─── Data extracts ───
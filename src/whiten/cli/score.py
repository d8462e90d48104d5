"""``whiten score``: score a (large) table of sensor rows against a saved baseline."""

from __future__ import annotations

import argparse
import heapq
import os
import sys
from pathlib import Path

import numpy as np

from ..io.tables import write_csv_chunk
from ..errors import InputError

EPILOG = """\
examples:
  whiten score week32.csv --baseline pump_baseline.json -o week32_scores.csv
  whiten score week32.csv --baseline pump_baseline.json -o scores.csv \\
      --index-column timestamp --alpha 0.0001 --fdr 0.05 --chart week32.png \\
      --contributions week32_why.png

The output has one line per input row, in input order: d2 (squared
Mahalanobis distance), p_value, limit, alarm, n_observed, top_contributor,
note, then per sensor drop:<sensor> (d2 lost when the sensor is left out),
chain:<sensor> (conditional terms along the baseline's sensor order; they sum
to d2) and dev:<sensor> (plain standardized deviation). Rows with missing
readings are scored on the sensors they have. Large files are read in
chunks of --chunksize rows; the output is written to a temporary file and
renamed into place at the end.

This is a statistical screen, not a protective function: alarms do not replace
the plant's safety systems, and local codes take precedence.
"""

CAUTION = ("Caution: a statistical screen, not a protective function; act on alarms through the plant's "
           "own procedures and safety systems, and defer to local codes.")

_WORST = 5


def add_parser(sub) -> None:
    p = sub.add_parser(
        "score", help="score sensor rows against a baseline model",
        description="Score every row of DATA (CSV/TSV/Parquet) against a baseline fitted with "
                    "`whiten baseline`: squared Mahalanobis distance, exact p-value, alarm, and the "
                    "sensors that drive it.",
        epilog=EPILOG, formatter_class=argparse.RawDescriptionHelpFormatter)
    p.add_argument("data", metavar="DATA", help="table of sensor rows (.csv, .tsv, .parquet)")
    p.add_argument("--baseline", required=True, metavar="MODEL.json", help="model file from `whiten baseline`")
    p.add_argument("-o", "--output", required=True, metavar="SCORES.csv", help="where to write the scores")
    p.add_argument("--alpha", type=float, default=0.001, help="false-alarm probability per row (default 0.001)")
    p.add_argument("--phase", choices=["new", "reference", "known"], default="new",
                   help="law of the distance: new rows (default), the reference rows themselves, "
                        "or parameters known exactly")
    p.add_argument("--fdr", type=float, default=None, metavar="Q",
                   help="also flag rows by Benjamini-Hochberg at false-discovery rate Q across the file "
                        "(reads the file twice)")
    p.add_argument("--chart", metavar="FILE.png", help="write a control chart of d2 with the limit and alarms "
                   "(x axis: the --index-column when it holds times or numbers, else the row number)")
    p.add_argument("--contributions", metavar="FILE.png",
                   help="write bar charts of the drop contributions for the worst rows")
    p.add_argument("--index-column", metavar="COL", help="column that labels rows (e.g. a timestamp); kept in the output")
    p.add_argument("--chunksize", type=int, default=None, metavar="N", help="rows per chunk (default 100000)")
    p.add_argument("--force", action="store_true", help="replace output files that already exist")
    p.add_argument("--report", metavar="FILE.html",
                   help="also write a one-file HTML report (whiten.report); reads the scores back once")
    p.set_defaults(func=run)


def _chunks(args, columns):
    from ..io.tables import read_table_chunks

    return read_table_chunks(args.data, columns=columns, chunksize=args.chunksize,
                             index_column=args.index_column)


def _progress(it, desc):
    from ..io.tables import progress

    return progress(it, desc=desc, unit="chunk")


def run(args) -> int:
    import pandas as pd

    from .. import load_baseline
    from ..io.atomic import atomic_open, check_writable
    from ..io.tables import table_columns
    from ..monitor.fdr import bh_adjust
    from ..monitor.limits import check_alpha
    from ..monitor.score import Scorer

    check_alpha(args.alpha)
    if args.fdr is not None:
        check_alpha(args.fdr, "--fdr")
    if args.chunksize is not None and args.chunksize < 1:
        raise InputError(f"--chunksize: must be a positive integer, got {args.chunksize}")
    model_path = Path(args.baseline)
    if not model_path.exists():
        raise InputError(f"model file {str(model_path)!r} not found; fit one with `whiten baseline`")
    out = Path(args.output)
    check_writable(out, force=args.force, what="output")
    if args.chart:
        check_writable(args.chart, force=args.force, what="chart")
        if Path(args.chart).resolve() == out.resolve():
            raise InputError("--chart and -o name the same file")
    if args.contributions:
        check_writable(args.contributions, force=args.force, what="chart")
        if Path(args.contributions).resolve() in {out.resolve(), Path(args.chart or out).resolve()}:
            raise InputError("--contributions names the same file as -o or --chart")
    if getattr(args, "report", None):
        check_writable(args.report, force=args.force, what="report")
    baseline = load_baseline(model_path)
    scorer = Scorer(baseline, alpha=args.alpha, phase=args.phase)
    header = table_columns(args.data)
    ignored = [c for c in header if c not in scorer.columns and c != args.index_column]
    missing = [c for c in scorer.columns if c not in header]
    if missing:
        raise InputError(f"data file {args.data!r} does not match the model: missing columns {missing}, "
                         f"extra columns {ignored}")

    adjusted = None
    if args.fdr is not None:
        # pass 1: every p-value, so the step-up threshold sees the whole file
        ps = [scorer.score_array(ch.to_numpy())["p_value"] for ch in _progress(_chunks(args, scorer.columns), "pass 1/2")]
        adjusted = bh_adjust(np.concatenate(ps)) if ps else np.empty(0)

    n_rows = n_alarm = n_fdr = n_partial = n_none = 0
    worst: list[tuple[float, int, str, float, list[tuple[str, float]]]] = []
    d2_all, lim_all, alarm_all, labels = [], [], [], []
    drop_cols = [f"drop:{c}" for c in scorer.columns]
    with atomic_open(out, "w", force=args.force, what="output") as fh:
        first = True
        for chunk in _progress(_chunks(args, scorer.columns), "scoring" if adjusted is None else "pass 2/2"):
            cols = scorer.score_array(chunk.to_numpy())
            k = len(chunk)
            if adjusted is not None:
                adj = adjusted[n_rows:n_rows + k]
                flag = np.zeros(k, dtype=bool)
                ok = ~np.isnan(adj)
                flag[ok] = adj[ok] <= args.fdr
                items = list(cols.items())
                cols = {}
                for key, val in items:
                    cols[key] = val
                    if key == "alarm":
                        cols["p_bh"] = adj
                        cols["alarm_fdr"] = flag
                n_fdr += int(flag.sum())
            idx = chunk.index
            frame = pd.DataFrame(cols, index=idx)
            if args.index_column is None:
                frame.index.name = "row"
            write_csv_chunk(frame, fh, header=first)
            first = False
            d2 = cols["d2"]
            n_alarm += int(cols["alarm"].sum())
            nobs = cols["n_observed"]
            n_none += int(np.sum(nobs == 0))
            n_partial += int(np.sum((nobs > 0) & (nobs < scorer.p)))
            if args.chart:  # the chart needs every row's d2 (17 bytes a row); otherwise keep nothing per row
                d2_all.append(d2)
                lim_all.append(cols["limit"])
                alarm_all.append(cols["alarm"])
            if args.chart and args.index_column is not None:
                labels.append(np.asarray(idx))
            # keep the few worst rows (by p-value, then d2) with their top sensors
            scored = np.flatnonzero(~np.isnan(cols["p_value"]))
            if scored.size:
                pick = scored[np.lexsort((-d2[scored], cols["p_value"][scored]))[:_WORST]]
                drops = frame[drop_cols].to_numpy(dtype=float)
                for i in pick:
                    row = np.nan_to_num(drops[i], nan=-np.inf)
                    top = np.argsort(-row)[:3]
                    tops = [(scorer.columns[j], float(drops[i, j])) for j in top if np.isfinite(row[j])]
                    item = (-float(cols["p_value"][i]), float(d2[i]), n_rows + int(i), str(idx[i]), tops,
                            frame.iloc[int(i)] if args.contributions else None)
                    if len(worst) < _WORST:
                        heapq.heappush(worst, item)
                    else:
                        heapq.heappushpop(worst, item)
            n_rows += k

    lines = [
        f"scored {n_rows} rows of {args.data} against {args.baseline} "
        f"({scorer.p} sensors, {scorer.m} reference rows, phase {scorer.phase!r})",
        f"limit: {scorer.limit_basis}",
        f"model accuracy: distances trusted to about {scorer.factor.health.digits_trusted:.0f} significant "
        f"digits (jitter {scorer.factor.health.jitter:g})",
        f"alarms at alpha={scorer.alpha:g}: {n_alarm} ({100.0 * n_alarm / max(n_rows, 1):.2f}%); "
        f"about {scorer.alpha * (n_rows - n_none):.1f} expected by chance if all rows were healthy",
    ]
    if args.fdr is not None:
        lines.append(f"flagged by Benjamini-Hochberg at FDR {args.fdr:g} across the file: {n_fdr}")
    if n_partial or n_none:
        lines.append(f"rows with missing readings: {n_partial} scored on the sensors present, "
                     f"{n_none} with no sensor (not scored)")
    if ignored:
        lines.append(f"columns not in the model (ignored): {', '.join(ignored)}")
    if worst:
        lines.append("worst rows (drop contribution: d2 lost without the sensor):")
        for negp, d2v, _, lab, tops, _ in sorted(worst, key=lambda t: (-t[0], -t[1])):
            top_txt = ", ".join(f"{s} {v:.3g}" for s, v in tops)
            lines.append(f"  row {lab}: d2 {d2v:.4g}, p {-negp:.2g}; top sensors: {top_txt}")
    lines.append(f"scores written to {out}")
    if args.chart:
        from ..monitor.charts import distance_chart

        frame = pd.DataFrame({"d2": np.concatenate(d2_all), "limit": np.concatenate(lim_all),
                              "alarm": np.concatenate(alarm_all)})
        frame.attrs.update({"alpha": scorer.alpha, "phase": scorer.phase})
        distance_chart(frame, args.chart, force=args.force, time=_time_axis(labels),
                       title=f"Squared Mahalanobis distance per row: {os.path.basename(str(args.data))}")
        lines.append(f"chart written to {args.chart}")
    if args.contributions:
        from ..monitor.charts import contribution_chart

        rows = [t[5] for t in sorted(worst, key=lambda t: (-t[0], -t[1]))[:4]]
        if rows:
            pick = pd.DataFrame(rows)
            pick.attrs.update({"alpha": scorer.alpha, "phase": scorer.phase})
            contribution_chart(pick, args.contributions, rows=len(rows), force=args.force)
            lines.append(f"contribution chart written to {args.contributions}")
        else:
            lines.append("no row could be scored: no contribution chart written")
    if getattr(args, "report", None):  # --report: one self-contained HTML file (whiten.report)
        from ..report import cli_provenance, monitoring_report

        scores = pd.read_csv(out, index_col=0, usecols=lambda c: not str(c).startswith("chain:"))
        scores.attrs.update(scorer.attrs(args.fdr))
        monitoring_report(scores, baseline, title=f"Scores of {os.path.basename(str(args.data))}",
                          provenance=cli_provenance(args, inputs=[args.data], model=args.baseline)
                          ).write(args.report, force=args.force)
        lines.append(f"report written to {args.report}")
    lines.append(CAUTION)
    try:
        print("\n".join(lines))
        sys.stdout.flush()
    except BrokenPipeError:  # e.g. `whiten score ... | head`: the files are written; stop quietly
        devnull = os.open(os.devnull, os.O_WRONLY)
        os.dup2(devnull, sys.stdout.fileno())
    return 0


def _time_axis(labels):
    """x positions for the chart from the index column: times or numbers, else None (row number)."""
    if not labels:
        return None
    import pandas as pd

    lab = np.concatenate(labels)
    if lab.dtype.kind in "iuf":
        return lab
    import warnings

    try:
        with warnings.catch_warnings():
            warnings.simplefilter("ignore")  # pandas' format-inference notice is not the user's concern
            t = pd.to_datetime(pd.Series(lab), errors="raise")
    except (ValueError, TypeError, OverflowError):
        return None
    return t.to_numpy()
───
### [What is needed]
Collect the complete line wherever the string "protective" appears in the records.

### [Solution]
This is a statistical screen, not a protective function: alarms do not replace
CAUTION = ("Caution: a statistical screen, not a protective function; act on alarms through the plant's "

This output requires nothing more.